Living in Camden Town
By Josh Loeb
Camden Town is located in the heart of the London Borough of Camden, which stretches from Islington in the east to Kilburn in the west and from Holborn in the south to Hampstead's Whitestone Pond in the north. This interesting, leafy borough has a rich literary history, and much of it is expensive and considered highly desirable by those looking to buy a house. But despite the general affluence of the place, Camden Town itself has long been associated with drug dealers and other criminal types, and many feel it has gone downhill recently.
The streets in the immediate vicinity of Camden Town are stuffed with old but respectable terraced housing, as well as newer council estates, many of which house privately-owned flats. The east side of the Borough of Camden is generally cheaper than the west; a week's rent for a room in a shared house in Gospel Oak or Kentish Town is normally around £100, whereas in Primrose Hill you'll be looking at more.
All human life can be found in Camden, from immigrants and students to celebrities and literati types. 'Bo-bos' - bourgeois bohemians - are particularly prevalent in these parts (these are the British equivalent of American Trustafarians - young boys and girls who have a rich mummy and daddy but who pretend to be poor).
Pubs, Clubs and Entertainment
Though Camden Town is overflowing with places to get pissed (and it's not uncommon to witness visitors stumbling down the tube escalators after overdoing it somewhat) the discerning drinker will find much to be disappointed about. If you want loud, raucous and borderline illegal, this is the place to be. If you want a quiet pint of good ale, you're better off steering clear.
Because of the vibrancy of the area's live music scene, Camden Town is a favourite with punks, goths, and indie kids. Sure, the Devonshire Arms is good if you look like a bat with drag queen ambitions, but the area's most interesting watering holes can be found clustered around Chalk Farm Station. Bar Tok, for example, has good cocktails and (sometimes) good live music. Watch out for celebrities in the quirky Sir Richard Steele pub (Haverstock Hill).

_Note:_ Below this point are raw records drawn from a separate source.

"""An assessment as text: what to worry about, what to expect, what is closest, what to try; in that order."""

from __future__ import annotations

import re

from kb.cli.render import bar, counted, heading, percent, severity_word, split_words, width, wrapped
from kb.physorg.conversion import in_words
from kb.plain import plain, shortened
from kb.record.assessment import Advice, Assessment, Estimate, Precedent
from kb.record.component import Component
from kb.record.conditions import Conditions
from kb.record.finding import Evidence, Finding
from kb.record.sayings import BASIS_WORDS, NO_RUNS, say_counts
from kb.vocabulary import Basis, FindingKind, Severity

NO_PERMISSION = (
    "An estimate is not permission. Hazards are for your local rules and the people "
    "responsible for safety where you work to judge."
)

def render_assessment(assessment: Assessment, *, verbose: bool = False) -> str:
    """Return the whole assessment as text of at most 80 columns.

    Args:
        assessment: to show.
        verbose: also the parts of each similarity, sources of notes, and side products.
    """
    lines = _plan(assessment)
    lines += ["", heading("Worry about")]
    worries = assessment.findings if verbose else _few(assessment.findings)
    for finding in worries:
        lines += _finding(finding, verbose=verbose)
    if not assessment.findings:
        lines += wrapped("Nothing known: no liability, recorded failure or caution fits this plan.", 2)
    left_out = len(assessment.findings) - len(worries)
    if left_out:
        lines += [f"  and {left_out} more of lesser weight: --verbose shows all"]
    lines += ["", heading("Expect"), *_estimate(assessment.estimate, verbose=verbose)]
    lines += ["", heading("Closest in the record"), *_precedents(assessment.precedents, verbose=verbose)]
    if assessment.advice:
        lines += ["", heading("Worth trying")]
        for advice in assessment.advice:
            lines += _advice(advice, verbose=verbose)
    lines += ["", *wrapped(NO_PERMISSION)]
    return "\n".join(lines)


def conditions_line(conditions: Conditions) -> str:
    """Return conditions in one line: components, solvents, temperature, time."""
    words = [c.name + _amount(c) for c in conditions.components]
    if conditions.solvents:
        names = "/".join(s.name for s in conditions.solvents)
        parts = [s.parts for s in conditions.solvents]
        given = len(parts) > 1 and all(p is not None for p in parts)
        words.append(names + (" " + ":".join(f"{p:g}" for p in parts) if given else ""))
    if conditions.temperature:
        text = conditions.temperature.text
        words.append(text if re.search(r"[^\d\s.,+-]", text) else f"{text} °C")
    if conditions.time:
        words.append(conditions.time.text)
    return ", ".join(words) or "no conditions given"


def _amount(component: Component) -> str:
    """Return the amounts of a component in brackets, as given; nothing where none was."""
    given = [
        f"{value:g} {unit}"
        for value, unit in (
            (component.equiv, "equiv"),
            (component.loading_mol_pct, "mol %"),
            (component.amount_mmol, "mmol"),
            (component.mass_mg, "mg"),
            (component.volume_ml, "mL"),
            (component.conc_molar, "M"),
        )
        if value is not None
    ]
    return f" ({', '.join(given)})" if given else ""


def _few(findings: tuple[Finding, ...]) -> tuple[Finding, ...]:
    """Keep every serious finding and every caution about hazards; of the rest the first ones."""
    kept = [f for f in findings if f.severity is Severity.SERIOUS or f.kind is FindingKind.CAUTION]
    room = max(8 - len(kept), 2)
    others = [f for f in findings if f not in kept][:room]
    return tuple(f for f in findings if f in kept or f in others)


def _plan(assessment: Assessment) -> list[str]:
    reading = assessment.reading
    lines = [heading("Planned step"), *wrapped(shortened(plain(assessment.plan.scheme), 300), 2)]
    lines += wrapped(conditions_line(assessment.plan.conditions), 2)
    centre = reading.centre
    if centre is None:
        return lines + wrapped(f"Not read: {reading.reason}", 2)
    words = [str(centre.carbon_class), *map(str, centre.flags)]
    if centre.leaving_group:
        words.append(f"leaving group {centre.leaving_group}")
    if reading.nucleophile:
        words.append(f"nucleophile {reading.nucleophile.nucleophile_class.replace('_', ' ')}")
    fate = f"{reading.fate} at " if reading.fate else "centre: "
    return lines + wrapped(f"{fate}{', '.join(words)}", 2)


def _finding(finding: Finding, *, verbose: bool) -> list[str]:
    lines = wrapped(finding.title, 10, first=f"  {severity_word(finding.severity)} ")
    lines += wrapped(finding.why, 10)
    if finding.evidence is not None:
        lines += wrapped(evidence_words(finding.evidence, finding.kind, most=None if verbose else 8), 10)
    if finding.side_product and (verbose or finding.severity is Severity.SERIOUS):
        lines += wrapped(f"Would give {finding.side_product}", 10)
    if finding.do_instead:
        shown = finding.do_instead if verbose else finding.do_instead[:2]
        lines += wrapped("Instead: " + "; ".join(shown), 10)
    if finding.source and (verbose or finding.severity is not Severity.NOTE):
        lines += wrapped(f"Source: {finding.source}", 10)
    return lines


def evidence_words(evidence: Evidence, kind: FindingKind, most: int | None = 8) -> str:
    """Return evidence in one sentence with the runs named, `most` of them (None = all)."""
    counts = say_counts(evidence, kind)
    if not counts:
        return NO_RUNS
    runs = ", ".join(evidence.runs[:most]) + (" …" if most is not None and len(evidence.runs) > most else "")
    return f"In this book: {counts}. Runs: {runs}."


def _estimate(estimate: Estimate, *, verbose: bool) -> list[str]:
    lines = []
    for fate, interval in estimate.fates[:5]:
        span = f"({100 * interval.low:.0f} to {100 * interval.high:.0f})"
        room = min(20, width() - 37)
        drawn = bar(interval.mean, room) if room >= 5 else ""
        lines.append(f"  {fate!s:<14} {percent(interval.mean):>5} {span:<12} {drawn}".rstrip())
    if estimate.yield_pct is not None:
        y = estimate.yield_pct
        lines.append(f"  {'yield':<14} {y.mean:>3.0f} % ({y.low:.0f} to {y.high:.0f})")
    if estimate.fates:
        lines += wrapped(
            f"Intervals hold {100 * estimate.level:.0f} %; basis: {BASIS_WORDS[estimate.basis]}. {estimate.note}",
            2,
        )
        told = estimate.alkenes_in_words()
        lines += wrapped(told, 2) if told else []
    else:
        lines += wrapped(estimate.note or "No number is honest here.", 2)
    return lines + (_grounds(estimate) if verbose else [])


def _grounds(estimate: Estimate) -> list[str]:
    """Return what each figure rests on: the runs with their weights, and published rates with their sources."""
    lines: list[str] = []
    if estimate.runs:
        said = "Shares rest on " + ", ".join(f"{run} ({weight:.2f})" for run, weight in estimate.runs)
        lighter = estimate.effective_precedents - sum(weight for _, weight in estimate.runs)
        lines += wrapped(said + (f", and lighter runs worth {lighter:.2f} together" if lighter >= 0.05 else ""), 2)
    if estimate.yield_runs:
        lines += wrapped("Yield rests on " + ", ".join(estimate.yield_runs), 2)
    if estimate.half_life_h is not None:
        half = estimate.half_life_h
        low, high = in_words(half.low), in_words(half.high)
        lines += wrapped(f"Half-life at 1 M of reagent: {in_words(half.mean)} ({low} to {high})", 2)
    for sentence in estimate.published:
        lines += wrapped(sentence, 2)
    return lines


def _precedents(precedents: tuple[Precedent, ...], *, verbose: bool) -> list[str]:
    if not precedents:
        return wrapped("No run close enough to say anything.", 2)
    lines = []
    for p in precedents:
        outcome = split_words(p.split) or "no split recorded"
        if p.yield_pct is not None:
            outcome += f"; yield {percent(p.yield_pct / 100)}"
        lines += wrapped(f"{p.similarity:.2f}  {p.verdict or 'no verdict'}: {outcome}", 12, first=f"  {p.run:<10}")
        lines += wrapped("differs: " + ("; ".join(p.differs[:4]) if p.differs else "nothing that is recorded"), 18)
        if verbose:
            lines += wrapped("parts: " + ", ".join(f"{n} {v:.2f}" for n, v in p.parts), 18)
    return lines


def _advice(advice: Advice, *, verbose: bool) -> list[str]:
    effect = advice.effect
    points = f"{100 * effect.mean:+.0f} points ({100 * effect.low:.0f} to {100 * effect.high:.0f})"
    basis = counted(advice.pairs, "pair") if advice.basis is Basis.RECORD else "published trend"
    lines = wrapped(f"{advice.change}: {points}, {basis}", 4, first="  - ") + wrapped(advice.why, 4)
    if verbose and advice.runs:
        lines += wrapped("All pairs: " + ", ".join(f"{a} and {b}" for a, b in advice.runs), 4)
    return lines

Inverness Street and Parkway have many decent bars (the former also has a cinema), but The Proud Galleries in Stables Market are widely regarded as Camden Town's coolest bar/club.
Parks and Recreation
As any local worth their salt will tell you, Hampstead Heath is emphatically not a park. What it is is a massive area of fields, ponds, woodland and brooks - a glimpse of what Camden Town looked like before London's expansion in the mid-1800s. On a sunny day the place is swimming with lovers and eccentrics, but you can still find serenity if you know where to look. If you want to continue the rural idyll theme, the nearby Kentish Town City Farm is worth a visit - provided you don't mind walking through goat shit.
Shops, Restaurants and Takeaways
Although much of Camden Market is quite tacky, it's still probably worth a walk through if you've never been. Queen's Crescent Market (Saturdays) is a decent place to buy food, and the area is well served by supermarkets (Morrisons on Chalk Farm Road is particularly good).
Those hunting a bargain will have fun in Kentish Town's charity shops. The Owl Bookshop (also in Kentish Town) is a favourite among book lovers, as is Walden Books on Harmwood Street.
For a good, cheap, sit-down meal, visit the Viet-anh Cafe on Parkway. Woody's Grill on Camden Road is one of Camden Town's few good post-clubbing takeaways, and you can wash it all down with a cappuccino from nearby Cafe Silvers (open late)!
Chalk Farm, Mornington Crescent and Kentish Town stations are all close, as (obviously) is Camden Town station. The area is a hub for busses, and the footpaths of the Grand Union Canal are an excellent and much underused resource for cyclists. As with other parts of London, rush hour Camden seethes with human beings like an old rat corpse seethes with maggots. Though rush hour on the Northern Line remains the true sardine experience, the line is on the whole better than its reputation suggests. Anyway, if you get really fed up with it you can do the sensible thing (ecologically and financially) and get a bicycle.